Dataset entries.
⁂
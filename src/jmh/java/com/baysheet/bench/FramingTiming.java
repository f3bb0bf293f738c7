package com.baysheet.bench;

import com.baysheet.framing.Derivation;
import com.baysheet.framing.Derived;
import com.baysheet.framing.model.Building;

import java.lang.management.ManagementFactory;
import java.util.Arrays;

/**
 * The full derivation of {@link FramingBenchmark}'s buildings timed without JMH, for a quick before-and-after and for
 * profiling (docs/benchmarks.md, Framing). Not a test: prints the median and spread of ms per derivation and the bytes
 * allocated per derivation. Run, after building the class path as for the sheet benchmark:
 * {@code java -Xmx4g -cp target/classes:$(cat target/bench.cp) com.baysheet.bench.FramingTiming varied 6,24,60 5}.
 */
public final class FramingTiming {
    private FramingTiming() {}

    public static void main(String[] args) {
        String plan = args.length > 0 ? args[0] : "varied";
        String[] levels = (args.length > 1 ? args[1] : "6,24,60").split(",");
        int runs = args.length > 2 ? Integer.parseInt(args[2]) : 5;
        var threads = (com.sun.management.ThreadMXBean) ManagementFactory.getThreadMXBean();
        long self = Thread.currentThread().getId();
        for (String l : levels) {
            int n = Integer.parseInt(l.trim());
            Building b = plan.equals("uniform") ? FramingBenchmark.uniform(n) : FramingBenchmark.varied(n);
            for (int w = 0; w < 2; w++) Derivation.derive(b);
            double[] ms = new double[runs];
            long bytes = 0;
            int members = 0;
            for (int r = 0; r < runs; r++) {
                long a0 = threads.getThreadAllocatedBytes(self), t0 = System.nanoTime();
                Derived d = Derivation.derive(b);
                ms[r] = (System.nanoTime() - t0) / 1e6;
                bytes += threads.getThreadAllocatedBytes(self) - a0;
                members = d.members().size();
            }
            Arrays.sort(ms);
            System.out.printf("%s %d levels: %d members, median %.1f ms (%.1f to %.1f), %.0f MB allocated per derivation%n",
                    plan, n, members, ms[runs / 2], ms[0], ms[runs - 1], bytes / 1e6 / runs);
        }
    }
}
⁂
Using the records above, write out exactly the lines from the one containing "plan, n, members, ms[runs" through the last, and add nothing.

Solution for this task.
                    plan, n, members, ms[runs / 2], ms[0], ms[runs - 1], bytes / 1e6 / runs);
        }
    }
}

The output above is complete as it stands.